# Who sold yesterday?  Or bought anything?



## Realist (1 March 2007)

There were billions of trades worldwide yesterday, did you sell anything? If so what and why?

Or did you buy anything?  

I did nothing but watch my Commsuck account plummet.


----------



## theasxgorilla (1 March 2007)

I'm holding about 9 positions (1 short term, 1 long term, 7 medium term) and I didn't sell a thing.  I literally sat back, watched the fireworks, and had fun on the forums 

Naturally my account is worth less today than it was last Friday, but to take one of my fav'd quotes from the book "Reminiscences of a Stock Operator":

"It's a bull market, don't you know!??!"

The ASX Gorilla.


----------



## nizar (1 March 2007)

Realist said:
			
		

> There were billions of trades worldwide yesterday, did you sell anything? If so what and why?
> 
> Or did you buy anything?
> 
> I did nothing but watch my Commsuck account plummet.
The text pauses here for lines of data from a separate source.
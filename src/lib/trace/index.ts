/** Follows printed lines on arrays of pixels; the same on the server, in a browser's worker and in the command. */
export { colourDifference, labOf, type Lab } from './colour';
export { followLine, type FollowOptions } from './follow';
export type { Bounds, Doubt, Followed, Gap, Raster } from './types';
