import { expect, test } from 'vitest';
import { objectOf, shortDetail } from '@/components/admin/trail-words';
import { doneSentence } from '@/components/islands/review/decisions';
import { standingReason, whyNotAsked } from '@/components/review/standing';
import type { EvidenceView } from '@/lib/contracts';

const view = (state: string, more: Partial<EvidenceView> = {}, decisions: readonly object[] = []) =>
  ({
    mayDecide: false,
    ownWork: false,
    ...more,
    reading: { state, owner: { id: 'i', name: 'Ilse Marrow' }, decisions },
  }) as unknown as EvidenceView;

test.each([
  ['a librarian with what was handed in', view('handed-in', { mayDecide: true }), true, null],
  ['a librarian with what is approved', view('approved', { mayDecide: true }), true, null],
  ['a librarian with what was withdrawn', view('withdrawn', { mayDecide: true }), true, null],
  [
    'a librarian with own work',
    view('handed-in', { ownWork: true }),
    true,
    'You worked on this reading yourself, so another librarian decides.',
  ],
  [
    'a librarian with own approved work',
    view('approved', { ownWork: true }),
    true,
    'You worked on this reading yourself, so another librarian decides.',
  ],
  ['an engineer with own work', view('handed-in', { ownWork: true }), false, 'It waits for a librarian to decide.'],
  ['a designer', view('approved'), false, 'It is approved. A librarian can withdraw it.'],
  [
    'a librarian with a draft',
    view('draft', { mayDecide: true }),
    true,
    'This is a draft: there is nothing to decide until it is handed in.',
  ],
  ['a librarian with what was returned', view('returned', { mayDecide: true }), true, 'It was returned and is with Ilse Marrow now.'],
  [
    'a librarian with what was superseded',
    view('superseded', { mayDecide: true }),
    true,
    'A newer reading of this module was approved after it, so it stays as it is.',
  ],
])('%s is asked or told why not', (_who, evidence, isLibrarian, sentence) => {
  expect(whyNotAsked(evidence, isLibrarian)).toBe(sentence);
});

test('the reason that stands is that of the state it is in', () => {
  const decisions = [
    { what: 'returned', reason: 'First.' },
    { what: 'handed-in', reason: 'Mended.' },
    { what: 'returned', reason: 'Second.' },
  ];
  expect(standingReason(view('returned', {}, decisions))).toBe('Second.');
  expect(standingReason(view('handed-in', {}, decisions))).toBeNull();
});

test('a restored reading is said to be in the catalogue only where it is', () => {
  expect(doneSentence('restore', 'approved', 'Ilse Marrow')).toContain('in the catalogue again');
  expect(doneSentence('restore', 'superseded', 'Ilse Marrow')).toContain('superseded');
  expect(doneSentence('return', 'returned', 'Ilse Marrow')).toBe('Returned. Ilse Marrow is told why by mail.');
});

test('an entry of the trail leads to the page of its object', () => {
  const at = (object: string, objectName = '') => objectOf({ object, objectName });
  expect(at('reading/12')).toEqual({ text: 'reading 12', href: '/review/12' });
  expect(at('sheet/3')).toEqual({ text: 'sheet 3', href: '/sheets/3' });
  expect(at('module/4')).toEqual({ text: 'module 4', href: '/modules/4' });
  expect(at('person/ab12', 'Wren Hollis')).toEqual({ text: 'Wren Hollis', href: '/admin/team' });
  expect(at('backup/1')).toEqual({ text: 'backup 1', href: null });
  expect(at('')).toEqual({ text: '', href: null });
});

test('a short detail stands in the line, one that holds more is folded up', () => {
  expect(shortDetail({})).toBe('');
  expect(shortDetail({ before: ['designer'], after: ['engineer', 'librarian'] })).toBe('before: designer; after: engineer, librarian');
  expect(shortDetail({ before: { heightMm: 3.6 } })).toBeNull();
  expect(shortDetail({ reason: 'x'.repeat(200) })).toBeNull();
});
Stopped out of 2 positions yesterday.
DIdnt buy anything.


----------



## mrWoodo (1 March 2007)

Repeatedly logged in from 9:30 to 10:45 on my nab account, trying to cancel my stops. Incredibly painful stuff with their site logging me out constantly, one by one I got there except for the last one I couldn't cancel in time (MDL, lost 10% and today it bounces right back!)  Do I have a case to sue them re. service levels ?    All my stops were set to ignore the first 45 min trading, which is probably just as well.

Bought into SGL@0.36, yesterday whoever got it at 0.325, pretty good going as it's 0.385 currently. Trying to buy was just as painfull, took 20 min just to place the order


----------



## cuttlefish (1 March 2007)

Sold down quite a bit on the spec base metals holdings - some in morning some in afternoon, had also sold some of these the day before as well.

Be curious to know who's selling into todays bounce - not many I bet.


----------



## exgeo (1 March 2007)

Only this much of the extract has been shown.